Alex has given me hope when I thought my Ironman race season wouldn’t happen due to chronic Achilles issues.
Declan, London

Don’t Ignore Your Dashboard! Stay Proactive Not Reactive!

Q1. Your car’s fuel gauge indicates a 10 mile limit but you want to travel 60 miles, do you?

  1. Pull into a petrol station and fill up. Continue on your journey and get to your destination on time with happy passengers?
  1. Ignore it, chance your luck and end up sitting miserably on the hard shoulder 50 miles away from your destination contemplating how to explain this to the recovery driver when they finally arrive to help?

I’m hoping most of you chose answer A.  Those who opted for B, I hope you have learnt from the first incident and don’t chance it again.

It seems a silly analogy, but we see lots of people at the clinic who have ignored their dashboard.  Regardless of the sport or activity, when it comes to looking after their body far too many people become reactive rather than proactive.

Proactivity of treatment while training makes sure you’re ahead of the injury curve. Take control of the ‘niggles’ or ‘twinges’ before they become a full-blown ‘ouch’ that stops your training in it’s tracks.

But what can help?

  • Identify Your Weaknesses

It’s sometimes easier to ignore the aches when it’s difficult to identify what’s causing them in the first place. Google is a wonderful source of information, but at times it doesn’t quite cut it. Proactivity starts before training starts.

Gait analysis, cycling analysis, bike fitting, technique training, biomechanical assessment. There are options out there. Getting a qualified practitioner to assess you prior to embarking on a big training set can be really useful in identifying risk factors that may predispose you to certain injuries.

Once you have identified the areas that could be improved on, this can be factored into your training program to reduce injury risk as much as possible.

  • Progressive Training

And so training begins….

Having a training programme to follow can be great for motivation and focus. It gives clear goals and targets along the way and makes sure you don’t stagnate or get bored doing the same old set.

A good training programme will gradually build load and intensity towards your event, limiting the risk of overtraining.  Having a plan and rough gauge of when training is going to get harder or easier also gives you a decent idea of when more of the maintenance work needs to be completed.

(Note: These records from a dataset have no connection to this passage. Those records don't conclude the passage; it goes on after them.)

def _elsewhere(tmp_path, silence: int, ppm: float = 0.0, cut_s: float = 0.0, sos=None, loopback: bool = False):
    """The formula's sweep (unit amplitude, no fades) at 48 kHz through a
    known filter (default a first-order 30 Hz high-pass), after ``silence``
    samples, written as a bare WAV; with ``loopback``, the sweep itself as
    a second channel (the reference input), on the same recorder's clock."""
    rate = 48000
    sw = SyncSweep.design(10.0, 22000.0, 6.0, rate, faded=False)
    sos = ss.butter(1, 30.0, "highpass", fs=rate, output="sos") if sos is None else sos
    played = np.concatenate([np.zeros(silence), sw.samples(), np.zeros(rate)])
    y = 0.5 * ss.sosfilt(sos, played)
    y += 1e-6 * np.random.default_rng(3).standard_normal(y.size)
    if loopback:
        y = np.stack([y, 0.5 * played + 1e-6 * np.random.default_rng(4).standard_normal(y.size)], axis=1)
    if ppm:
        q = Fraction(1 + ppm * 1e-6).limit_denominator(20000)
        y = ss.resample_poly(y, q.numerator, q.denominator, axis=0)
    if cut_s:
        y = y[: silence + int((sw.duration_s - cut_s) * rate)]
    path = tmp_path / "elsewhere.wav"
    sf.write(path, y, rate, subtype="FLOAT")
    return path, sos, rate


@pytest.mark.parametrize("silence, ppm, loopback", [(23457, 0.0, False), (23457, 40.0, True), (23457, -30.0, True),
                                                    (0, 40.0, True), (23457, 0.0, True)])
def test_offline_sweep_after_unknown_silence(tmp_path, silence, ppm, loopback):
    path, sos, rate = _elsewhere(tmp_path, silence=silence, ppm=ppm, loopback=loopback)
    # the recorder's clock as resampled: the nearest p/q to 1 + ppm 1e-6
    true_ppm = (float(Fraction(1 + ppm * 1e-6).limit_denominator(20000)) - 1) * 1e6
    res = run_cli("analyze", str(path), "--sweep", "10:22000:6", "--json", "--out", str(tmp_path / "rep"),
                  *(["--ref-channel", "2"] if loopback else []))
    assert res.returncode == 0, res.stderr
    d = json.loads(res.stdout)
    assert d["kind"] == "sweep" and d["method"] == "sweep"
    # a clock offset smears the start over ppm x the sweep's length
    assert d["sweep_start_s"] == pytest.approx(silence / rate, abs=2e-4 + abs(ppm) * 1e-6 * 7)
    f = np.array(d["response"]["freq_hz"])
    sel = (f >= 20) & (f <= 20000)
    _, h = ss.sosfreqz(sos, worN=f[sel], fs=rate)
    _, h1k = ss.sosfreqz(sos, worN=[1000.0], fs=rate)
    want = 20 * np.log10(np.abs(h) / np.abs(h1k[0]))
    # a clock offset stretches the sweep in time: the magnitude holds
    assert np.max(np.abs(np.array(d["response"]["mag_db"])[sel] - want)) < (0.05 if not ppm else 0.1)
    # circuit theory: the first-order 30 Hz corner, within 1 %
    assert d["low_3db_hz"] == pytest.approx(30.0, rel=0.01) and d["low_corner_fit"]["fits"]
    # the clock offset is read from the reference's loopback (none without
    # one), and the response referred to the reference carries none of it
    if loopback:
        assert d["clock_offset_ppm"] == pytest.approx(true_ppm, abs=0.5)
    else:
        assert d["clock_offset_ppm"] is None and any(w["code"] == "no-reference" and "no reference input" in w["text"] for w in d["warnings"])
    assert np.max(np.abs(np.angle(np.exp(1j * np.radians(np.array(d["response"]["phase_deg"])[sel]))
                                  / (h / np.abs(h)), deg=True))) < 1.0
    assert (tmp_path / "rep" / "elsewhere.response.csv").exists()
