@app.command()
@_live_options
@_bench_options
def imd(
    method: str = typer.Option("modulation", "--method", parser=V.one_of("modulation", "difference"), help="modulation: 60 Hz + 7 kHz at 4:1, sidebands of f2 (SMPTE RP120, IEC 60268-3); difference: 19 kHz + 20 kHz at 1:1, products at f2-f1 and 2f1-f2, 2f2-f1 (IEC 60268-3)."),
    tones: Optional[str] = typer.Option(None, "--tones", parser=V.checked(units.parse_tones), help="The pair F1:F2 in Hz instead of the method's, e.g. 50:7000 or 13000:14000."),
    ratio: Optional[float] = typer.Option(None, "--ratio", parser=V.number(0.0, 100.0, above=True), help="Amplitude of F1 over F2 instead of the method's (4 or 1)."),
    levels: List[str] = typer.Option(["-20 dBFS"], "--level", parser=V.checked(units.parse_level), help="Drive, the composite's peak at the interface output, e.g. -20dBFS (repeat for IMD against level)."),
    load: Optional[float] = typer.Option(None, "--load", parser=V.ohms, help="Load resistance, ohms: levels also as the equivalent sine power."),
    step: float = typer.Option(1.0, "--step-duration", parser=V.seconds(60.0), help="Seconds analysed at each level."),
    ref_channel: Optional[int] = typer.Option(None, "--ref-channel", parser=V.CHANNEL, help="Input wired straight from the driven output (real devices): the capture is aligned on it."),
    as_json: bool = typer.Option(False, "--json", help="Print the result as JSON on stdout."),
    live: dict = None,
    filing: dict = None,
) -> None:
    """Measure intermodulation distortion with a pair of tones, at one level or stepped.

    Each level plays the pair with the composite's peak at that level
    (the same peak as one tone at the level). The products m f1 + n f2
    up to order 5 are listed with their levels; the method's figure is
    the root sum of its orders (modulation: the sideband pairs over f2;
    difference: d2 and d3 over the sum of the tones). The difference
    method wants a 96 kHz rate (--rate 96000): at 48 kHz its tones sit at
    the converters' band edge.

    Example: benchkit imd --method modulation --level -30dBFS --level -20dBFS --level -14dBFS --load 8 --tag bias=1.2A

    Safety: two tones at a composite peak load the stage like one tone of
    that peak, but 19 and 20 kHz at high level heat a tweeter and a
    stage's compensation quickly: into a dummy load only, start low.
    """
    from benchkit import record
    from benchkit.analysis.imd import shortest_record_s
    from benchkit.kinds.imd import imd_run, twin_tone
    from benchkit.signals import check_level

    with _live_run(), _logbook(filing) as (book, labels):
        twin = twin_tone(method, *(units.parse_tones(tones) if tones else (None, None)), ratio)
        if step < shortest_record_s(twin.method, twin.f1_hz, twin.f2_hz):
            raise BenchkitError(f"--step-duration {step:g} s is too short to separate the products of {twin.f1_hz:g} and "
                                f"{twin.f2_hz:g} Hz: it needs {shortest_record_s(twin.method, twin.f1_hz, twin.f2_hz):.3g} s "
                                "(16 periods of their spacing)")
        backend, profile = _live_setup(live, ref_channel, load=load,
                                       within=(("--tones", (twin.f1_hz, twin.f2_hz), None),))
        in_channel, calibration = live["in_channel"], live["calibration"]
        drive = [units.parse_level(text).to_dbfs(backend.output_vpk_per_fs) for text in levels]
        for d in drive:
            check_level(d)
        # the pre-flight probes at the stronger tone (f1 at 4:1; either at 1:1)
        plan = record.plan_run(backend, profile, drive, twin.f1_hz, in_channel, live["gain"], live["margin"], live["rail"],
                             live["pad_rating"], load, live["btl"], say=_err)
        for w in plan.warnings:
            _err(f"warning: {w}")
        params = dict(channel=in_channel, twin=twin.to_dict(), levels_dbfs=drive, load_ohms=load, step_s=step)
        with _start_run(book, labels, "imd", backend, profile, calibration, params) as run:
            result = imd_run(backend, run.folder, twin, drive, in_channel, load, labels["note"], profile,
                             None if calibration is None else str(calibration), plan.warnings, step, spectrum=True)
            _report_run(run, "imd", result, f"intermodulation, {len(drive)} level(s)", as_json, in_channel)
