def _header(analysis: SeriesAnalysis, title: str, analysed_on: dt.date
            ) -> tuple[tuple[str, str], ...]:
    from trialdesk.core.version import VERSION

    settings = analysis.settings
    main = analysis.traits[0]
    environments = analysis.environments
    locations = list(dict.fromkeys(e.location for e in environments))
    seasons = list(dict.fromkeys(e.season for e in environments if e.season is not None))
    if main.means_only:
        data = "Entry means, one per entry and environment"
    else:
        replicates = f"{main.replicates:.3g}" if main.replicates is not None else "not given"
        data = (f"{DESIGN_WORDS.get(settings.design, settings.design)} in each environment, "
                f"{replicates} plots per entry and environment (harmonic mean)")
    direction = {"both": "two-sided", "above": "one-sided, above the checks",
                 "below": "one-sided, below the checks"}[settings.check_direction]
    checks = ", ".join(settings.checks) or "none"
    components = sorted({t.components.method for t in analysis.traits
                         if t.components is not None})
    header = [
        ("Series", title),
        ("Environments", _listed([e.environment for e in environments])),
        ("Locations and seasons", f"{_counted(locations, 'location')} ({', '.join(locations)})"
         + (f" in {_counted(seasons, 'season')} ({', '.join(seasons)})" if seasons
            else "; seasons not recorded")),
        ("Entries", str(len(main.entries))),
        ("Checks", checks if not settings.checks else f"{checks} ({direction})"),
        ("Data", data),
        ("Method", f"{METHOD_NAMES[settings.method]}, alpha {settings.alpha:g}; environments "
                   "random"),
        ("Variance components", " and ".join(components) or "not estimated"),
        ("Analysed on", analysed_on.isoformat()),
        ("Software", f"Trialdesk {VERSION}"),
    ]
    several = len(analysis.sources) > 1
    for k, (source, sha) in enumerate(zip(analysis.sources, analysis.sha256, strict=True),
                                      start=1):
        header.append((f"Source {k}" if several else "Source",
                       f"{Path(source).name}, SHA-256 {sha}"))
    return tuple(header)
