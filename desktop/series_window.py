"""The trial-series window: the same entries grown in several environments, analysed together.

An environment is a location in a season. The series is read from several trial files (one
environment each, named by the trial's station and season) or from one field book whose columns
say the entry, location, season and block of each row. The set-up page says at once what was
read ("4 environments x 3 blocks, 8 entries, E5 missing in North 2026"), or what is wrong with
the choices, naming the file, row and column; the choices are kept either way. The analysis
(:func:`trialdesk.core.series.analyze_series`) runs in a worker thread with progress and a
cancel button; its results are shown per trait on four tabs: the entries across environments,
the environments, the combined analysis, and two charts. Reading the files and writing reports
happen off the GUI thread too.
"""

from __future__ import annotations

import re
import threading
import traceback
from dataclasses import dataclass, replace
from pathlib import Path
from typing import Any

import numpy as np
import pandas as pd
from PySide6.QtCore import (
    QItemSelection,
    QItemSelectionModel,
    QModelIndex,
    QObject,
    QPersistentModelIndex,
    QSortFilterProxyModel,
    Qt,
    QThreadPool,
    Signal,
    Slot,
)
from PySide6.QtGui import QCloseEvent
from PySide6.QtWidgets import (
    QAbstractItemView,
    QApplication,
    QButtonGroup,
    QComboBox,
    QDoubleSpinBox,
    QFileDialog,
    QFormLayout,
    QGridLayout,
    QGroupBox,
    QHBoxLayout,
    QLabel,
    QListView,
    QMainWindow,
    QMessageBox,
    QProgressBar,
    QPushButton,
    QRadioButton,
    QScrollArea,
    QStackedWidget,
    QTabWidget,
    QToolButton,
    QVBoxLayout,
    QWidget,
)

from trialdesk.core.analysis import AnalysisCancelled
from trialdesk.core.errors import TrialInputError
from trialdesk.core.fieldbook import ROLE_NAMES, _open
from trialdesk.core.planning import method_sentence
from trialdesk.core.results import AnalysisSettings
from trialdesk.core.separation import METHOD_NAMES, METHODS
from trialdesk.core.series import (
    COMPONENT_METHODS,
    SeriesData,
    analyze_series,
    read_series,
    series_from_trials,
)
from trialdesk.core.series_results import SeriesAnalysis, SeriesTraitResult
from trialdesk.core.summary_text import family_sentence
from trialdesk.core.trialfile import TrialFile
from trialdesk.desktop.analysis_runner import Background
from trialdesk.desktop.analysis_setup import ALPHAS, DIRECTIONS, CheckList
from trialdesk.desktop.palette import (
    ABOVE,
    ABOVE_MARK,
    BELOW,
    BELOW_MARK,
    ERROR_FG,
    WARNING_BG,
)
from trialdesk.desktop.results_view import (
    LEFT,
    Column,
    FrameModel,
    _fit_columns,
    _heading,
    _page,
    _table,
    fixed,
    marks,
    p_value,
)
from trialdesk.desktop.series_charts import RankChangeChart, ResponseChart

AnyIndex = QModelIndex | QPersistentModelIndex

TRIAL_FILTER = "Trial files (*.trial)"
FIELD_BOOK_FILTER = "Field books (*.csv *.xlsx *.txt *.tsv)"
COMPONENT_WORDS = {
    "auto": "From the ANOVA when balanced, else REML",
    "reml": "Always by REML",
}
# The columns of a field book series, with the words of their drop-downs: (role, label, empty
# choice). The entry and location are needed; without a season each location is one environment;
# without a block each row is an entry's mean in its environment (or a plot of a completely
# randomized trial).
COLUMN_ROLES = (("entry", "Entry:", "(choose a column)"),
                ("location", "Location:", "(choose a column)"),
                ("season", "Season:", "(none: one season)"),
                ("block", "Block:", "(none)"))
# Column names taken for the location and season when a field book is chosen (plain usage); the
# entry and block are found under the field-book reader's own names (ROLE_NAMES).
USUAL_NAMES = {"entry": ROLE_NAMES["entry"], "block": ROLE_NAMES["block"],
               "location": ("location", "loc", "site", "station", "place", "environment"),
               "season": ("season", "year", "yr")}
LISTED = 3  # environments with entries missing named in the read-out, at most


# --- what the series is read from -------------------------------------------------------------


@dataclass(frozen=True, slots=True)
class Sources:
    """Where the series comes from: trial files (``kind`` "trials"), or one field book
    (``kind`` "fieldbook") and the columns chosen for its entry, location, season and block."""

    kind: str = "trials"
    trials: tuple[str, ...] = ()
    fieldbook: str | None = None
    entry: str | None = None
    location: str | None = None
    season: str | None = None
    block: str | None = None


@dataclass(frozen=True, slots=True)
class Reading:
    """The sources as read: the series (or the error that stopped it), each trial file's station
    and season, and the field book's column names when they were asked for."""

    sources: Sources
    data: SeriesData | None = None
    error: TrialInputError | None = None
    trial_facts: tuple[tuple[str, str, str], ...] = ()  # file, station, season
    columns: tuple[str, ...] | None = None


def _natural(code: str) -> list:
    """Sort key putting E2 before E10."""
    return [(0, int(part), "") if part.isdigit() else (1, 0, part.casefold())
            for part in re.split(r"(\d+)", code) if part]


def _name_key(name: str) -> str:
    return re.sub(r"[\s_.\-]+", " ", name.casefold()).strip()


def guess_columns(columns: tuple[str, ...]) -> dict[str, str | None]:
    """The column taken for each role of :data:`COLUMN_ROLES` by its name, or None."""
    keys = [_name_key(c) for c in columns]
    guessed: dict[str, str | None] = {}
    for role, names in USUAL_NAMES.items():
        found = [(names.index(k), c) for k, c in zip(keys, columns, strict=True) if k in names
                 and c not in guessed.values()]
        guessed[role] = min(found)[1] if found else None
    return guessed


def read_sources(sources: Sources, *, header: bool = False) -> Reading:
    """Read the series from ``sources`` (pure: no Qt; runs in a worker thread).

    With ``header`` the field book's column names are read too, and its roles still unset are
    guessed from them (:func:`guess_columns`). Problems come back in ``Reading.error``.
    """
    if sources.kind == "trials":
        facts, error = [], None
        for path in sources.trials:
            try:
                with TrialFile.open(path, read_only=True) as trial:
                    known = trial.facts()
                facts.append((path, str(known.get("station") or ""),
                              str(known.get("season") or "")))
            except TrialInputError as problem:
                facts.append((path, "(cannot be read)", ""))
                error = error or problem
        if error is not None or len(sources.trials) < 2:
            return Reading(sources=sources, error=error, trial_facts=tuple(facts))
        try:
            return Reading(sources=sources, data=series_from_trials(sources.trials),
                           trial_facts=tuple(facts))
        except TrialInputError as problem:
            return Reading(sources=sources, error=problem, trial_facts=tuple(facts))
    if sources.fieldbook is None:
        return Reading(sources=sources)
    columns = () if header else None  # a field book that cannot be opened has no columns
    try:
        if header:
            # The header as the field-book reader itself finds it (blank rows skipped).
            columns = _open(sources.fieldbook, None).table.names
            guessed = guess_columns(columns)
            sources = replace(sources, **{role: getattr(sources, role) or guessed[role]
                                          for role in guessed})
        if sources.entry is None or sources.location is None:
            return Reading(sources=sources, columns=columns)
        data = read_series(sources.fieldbook, entry=sources.entry, location=sources.location,
                           season=sources.season, block=sources.block)
    except TrialInputError as problem:
        return Reading(sources=sources, error=problem, columns=columns)
    return Reading(sources=sources, data=data, columns=columns)


def describe(data: SeriesData) -> str:
    """What was read, in one line: "4 environments x 3 blocks, 8 entries, E5 missing in North
    2026"."""
    plots = data.plots
    entries = list(dict.fromkeys(plots["entry"]))
    first = f"{len(data.environments)} environments"
    if data.roles["block"] is not None:
        blocks = plots.groupby("environment", sort=False)["block"].nunique()
        low, high = int(blocks.min()), int(blocks.max())
        first += f" x {low} blocks" if low == high else f" x {low} to {high} blocks"
    parts = [first, f"{len(entries)} entries"]
    if data.means_only:
        parts.append("means only")
    elif data.roles["block"] is None:
        parts.append("no blocks (completely randomized)")
    grown = plots.groupby("environment", sort=False)["entry"].agg(set)
    missing = []
    for env in data.environments:
        absent = [e for e in entries if e not in grown[env.environment]]
        if absent:
            what = absent[0] if len(absent) == 1 else f"{len(absent)} entries"
            missing.append(f"{what} missing in {env.environment}")
    if len(missing) > LISTED:
        missing = [*missing[:LISTED], f"entries missing in {len(missing) - LISTED} more "
                   "environments"]
    return ", ".join(parts + missing)


@dataclass(frozen=True, slots=True)
class Choices:
    """The analysis chosen on the set-up page."""

    method: str
    alpha: float
    check_direction: str
    checks: tuple[str, ...]
    traits: tuple[str, ...]
    components: str

    def settings(self, data: SeriesData) -> AnalysisSettings:
        """The settings for ``data``: the design within environments follows its blocks (or the
        trials' saved design), lower-is-better traits come from the trials."""
        saved = data.saved_settings
        design = "crd" if data.roles["block"] is None else str(saved.get("design") or "rcbd")
        lower = tuple(t for t in saved.get("lower_is_better", ()) if t in data.traits)
        return AnalysisSettings(design=design, method=self.method, alpha=self.alpha,
                                checks=self.checks, check_direction=self.check_direction,
                                traits=self.traits, lower_is_better=lower)


# --- running ----------------------------------------------------------------------------------
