class TrialLockedError(TrialInputError):
    """The trial is open for editing in another program, or in another window of this one.

    Attributes
    ----------
    holder : str
        Who holds it, e.g. ``"ana on station-pc (process 1234) since 2026-12-01 10:02 UTC"``.
    """

    def __init__(self, *, holder: str, file: str | None = None) -> None:
        self.holder = holder
        super().__init__(
            f"this trial is open for editing by {holder}; close it there, or open it read-only",
            file=file,
        )
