def _array_scores(arrays: np.ndarray, s: int) -> tuple[np.ndarray, np.ndarray]:
    """For each generating array (shape (m, k, r)): the most blocks a pair of entries shares,
    and the efficiency factor (0 for a disconnected design)."""
    m, k, r = arrays.shape
    t = s * k
    # Rows i, i' share a block in replicate j for the pairs whose difference is that of column j
    # (Patterson & Williams 1976, Biometrika 63:83-92).
    differences = (arrays[:, :, None, :] - arrays[:, None, :, :]) % s
    repeats = (differences[..., :, None] == differences[..., None, :]).sum(axis=-1).max(axis=-1)
    upper = np.triu_indices(k, 1)
    concurrence = repeats[:, upper[0], upper[1]].max(axis=1)
    # N N' is block-circulant over Z_s: at frequency w it is A A^H, A[i, j] = exp(2 pi i w
    # alpha[i, j] / s), so the canonical efficiency factors are 1 - mu / (r k) for the
    # eigenvalues mu of A A^H, w = 1 .. s - 1; at w = 0 they are 0 (the mean) and 1 (k - 1
    # times) (John & Williams 1995, Cyclic and Computer Generated Designs, 2nd ed., from
    # memory; checked against the full information matrix in the tests). Frequencies
    # w and s - w give conjugate matrices, with the same eigenvalues: w up to s / 2 suffice.
    roots = np.exp(2j * np.pi * np.arange(s) / s)
    half = np.arange(1, s // 2 + 1)
    weight = np.where(2 * half == s, 1.0, 2.0)
    if r <= k:  # A^H A, r x r, has the same non-zero eigenvalues as A A^H
        between = arrays[:, :, None, :] - arrays[:, :, :, None]  # alpha[i, b] - alpha[i, a]
        gram = roots[(half[:, None, None, None] * between[:, None]) % s].sum(axis=2)
    else:
        gram = roots[(half[:, None, None, None] * differences[:, None]) % s].sum(axis=-1)
    factors = 1.0 - np.linalg.eigvalsh(gram) / (r * k)
    ones = (k - 1) + (s - 1) * (k - min(k, r))  # efficiency factors equal to 1
    connected = (factors > _ZERO).all(axis=(1, 2))
    inverse = ones + (weight[:, None] / np.where(factors > _ZERO, factors, 1.0)).sum(axis=(1, 2))
    # The efficiency factor is the harmonic mean of the canonical efficiency factors
    # (John & Williams 1995, Cyclic and Computer Generated Designs, 2nd ed., from
    # memory).
    factor = np.where(connected, (t - 1) / inverse, 0.0)
    return concurrence, factor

  • Foam Rollers & Tennis Balls

As soon as they’re mentioned there is usually a collective groan. Yes, it can be uncomfortable, but using your foam rollers and tennis balls to self-massage aching muscles is a great way to help them recover between training sessions. If you haven’t already, feel free to visit our vimeo page to get some inspiration on how to release certain areas. (

  • Regular Sports Massage

As with the roller and tennis ball, sports massage helps increase circulation and aid muscle recovery. A big benefit though, is that you can communicate with your massage therapist!

A good massage therapist will identify, treat and keep track of tight and sore areas throughout your training.  They’ll help get to the areas where the rollers or balls just don’t fit and be able to pick up on tightnesses that you may not have noticed.

This will all help to guide you to areas that need a little more attention from your roller and tennis ball to maximise you time efficiency.

An extra benefit is that sports massage is often cheaper than physio, so using them to avoid injury and a physio bill is always a bonus!